▸ PROBLEM DESCRIPTION
Locate every line in the records below that contains the word "same", and copy each one.

▸ DATA PROVIDED
= Beginning of Section =
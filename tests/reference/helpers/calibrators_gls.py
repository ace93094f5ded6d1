"""Calibrators and H0 in closed form (issue 21), an independent reference.

Writes a simulated light-curve table (seeded numpy draws, no real data):
calibrators whose host distance moduli are known, a Hubble flow, and a few
low-redshift objects that a --zmin cut must drop, then prints (JSON) the
generalised-least-squares solution for M and H0 with omega_m, alpha, beta
and sigma_int fixed (Aitken 1935; any regression text: theta =
(X^T W X)^-1 X^T W y, Cov theta = (X^T W X)^-1).

With alpha = beta = 0 the magnitudes are linear in (M, y), y = 5 log10(h0 /
70): Hubble flow mb = mu_70(z) - y + M, calibrators mb = calib_mu + M, mu_70
from astropy.cosmology.FlatLambdaCDM(H0=70, Om0=0.3, Tcmb0=0).distmod. The
variances are err_mb^2 + sigma_int^2 + (0.055 z)^2 for the Hubble flow
(lensing, Jonsson et al. 2010; no peculiar velocities: the fit is run with
--velocity-dispersion 0) and err_mb^2 + sigma_int^2 + err_calib_mu^2 for a
calibrator. H0 = 70 10^(y/5); its sd by the delta method (exact for the
Laplace error at the mode, where the gradient vanishes). Under "mag": the
same table read as standardised magnitudes (mag = mb), whose variances are
err_mb^2, plus err_calib_mu^2 for a calibrator. Under "calib_cov": the
light-curve case with the calibrators' covariance given as a matrix (their
errors squared plus a shared 0.02^2), written to TABLE.calib_cov.txt.

usage: calibrators_gls.py TABLE.csv > reference.json
"""
import json
import math
import sys

import numpy as np
from astropy.cosmology import FlatLambdaCDM

H0_TRUE, M_TRUE, SIG, OM, ZMIN = 73.0, -19.25, 0.1, 0.3, 0.015


def main(path):
    rng = np.random.default_rng(20261204)
    ncal, nhf, nlow = 40, 300, 12
    z_cal = rng.uniform(0.002, 0.008, ncal)
    z_hf = rng.uniform(0.02, 0.8, nhf)
    z_low = rng.uniform(0.005, 0.012, nlow)  # below the cut, not calibrators
    truth = FlatLambdaCDM(H0=H0_TRUE, Om0=OM, Tcmb0=0)
    mu_cal = truth.distmod(z_cal).value
    e_cal = rng.uniform(0.03, 0.08, ncal)
    calib_mu = mu_cal + rng.normal(0, 1, ncal) * e_cal
    z = np.concatenate([z_cal, z_hf, z_low])
    cal = np.concatenate([np.ones(ncal, int), np.zeros(nhf + nlow, int)])
    n = z.size
    err_mb = rng.uniform(0.08, 0.15, n)
    lens = np.where(cal == 1, 0.0, 0.055 * z)
    mu_true = truth.distmod(z).value
    mb = mu_true + M_TRUE + rng.normal(0, 1, n) * np.sqrt(err_mb**2 + SIG**2 + lens**2)
    x1 = rng.normal(0.0, 1.0, n)
    c = rng.normal(0.0, 0.1, n)
    with open(path, "w") as f:
        f.write("name,z,mb,dmb,x1,dx1,c,dc,cal,mu_ext,dmu_ext\n")
        for i in range(n):
            mu_ext = "%.6f" % calib_mu[i] if cal[i] else "nan"
            dmu = "%.6f" % e_cal[i] if cal[i] else "nan"
            f.write("lamp%03d,%.6f,%.6f,%.6f,%.6f,0.1,%.6f,0.03,%d,%s,%s\n"
                    % (i, z[i], mb[i], err_mb[i], x1[i], c[i], cal[i], mu_ext, dmu))

    # the GLS on the values as written (six decimals)
    t = np.genfromtxt(path, delimiter=",", names=True, dtype=None, encoding="ascii")
    z, mb, err_mb, cal = t["z"], t["mb"], t["dmb"], t["cal"]
    calib_mu, e_cal = np.nan_to_num(t["mu_ext"]), np.nan_to_num(t["dmu_ext"])
    keep = (cal == 1) | (z >= ZMIN)
    mu70 = FlatLambdaCDM(H0=70.0, Om0=OM, Tcmb0=0).distmod(z).value
    var = err_mb**2 + SIG**2 + np.where(cal == 1, e_cal**2, (0.055 * z)**2)
    X = np.column_stack([np.ones(n), np.where(cal == 1, 0.0, -1.0)])[keep]
    base = np.where(cal == 1, calib_mu, mu70)[keep]

    def gls(var):
        W = 1.0 / var[keep]
        A = X.T @ (W[:, None] * X)
        theta = np.linalg.solve(A, X.T @ (W * (mb[keep] - base)))
        cov = np.linalg.inv(A)
        M, y = theta
        h0 = 70.0 * 10 ** (y / 5)
        sd_m, sd_y = np.sqrt(np.diag(cov))
        sd_h0 = h0 * np.log(10) / 5 * sd_y
        corr = cov[0, 1] / (sd_m * sd_y)  # h0 rises with y: the same sign
        return {"M": M, "sd_M": sd_m, "h0": h0, "sd_h0": sd_h0, "corr": corr,
                "n_kept": int(keep.sum()), "n_cal": ncal, "h0_true": H0_TRUE,
                "M_true": M_TRUE}

    out = gls(var)
    # the calibrators' own covariance instead of err_calib_mu: their
    # errors plus a shared 0.02 mag anchor (written beside the table, for
    # --calib-cov); the GLS then needs the full matrix
    kcal = np.diag(e_cal[cal == 1] ** 2) + 0.02 ** 2
    with open(path + ".calib_cov.txt", "w") as f:
        f.write("%d\n" % kcal.shape[0])
        for row in kcal:
            f.write(" ".join(repr(v) for v in row) + "\n")
    C = np.diag(np.where(cal == 1, err_mb**2 + SIG**2, var))
    ic = np.flatnonzero(cal == 1)
    C[np.ix_(ic, ic)] += kcal
    C = C[np.ix_(keep, keep)]
    Ci = np.linalg.inv(C)
    A = X.T @ Ci @ X
    theta = np.linalg.solve(A, X.T @ Ci @ (mb[keep] - base))
    cv = np.linalg.inv(A)
    h0 = 70.0 * 10 ** (theta[1] / 5)
    out["calib_cov"] = {"M": theta[0], "sd_M": math.sqrt(cv[0, 0]), "h0": h0,
                        "sd_h0": h0 * np.log(10) / 5 * math.sqrt(cv[1, 1])}
    # the same table read as standardised magnitudes (mag = mb, err = dmb):
    # no scatter or lensing is added, only a calibrator's distance error
    out["mag"] = gls(err_mb**2 + np.where(cal == 1, e_cal**2, 0.0))
    json.dump(out, sys.stdout)


if __name__ == "__main__":
    main(sys.argv[1])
= End of Section =
▸ RESULT OF THIS TASK
same table read as standardised magnitudes (mag = mb), whose variances are
        corr = cov[0, 1] / (sd_m * sd_y)  # h0 rises with y: the same sign
    # the same table read as standardised magnitudes (mag = mb, err = dmb):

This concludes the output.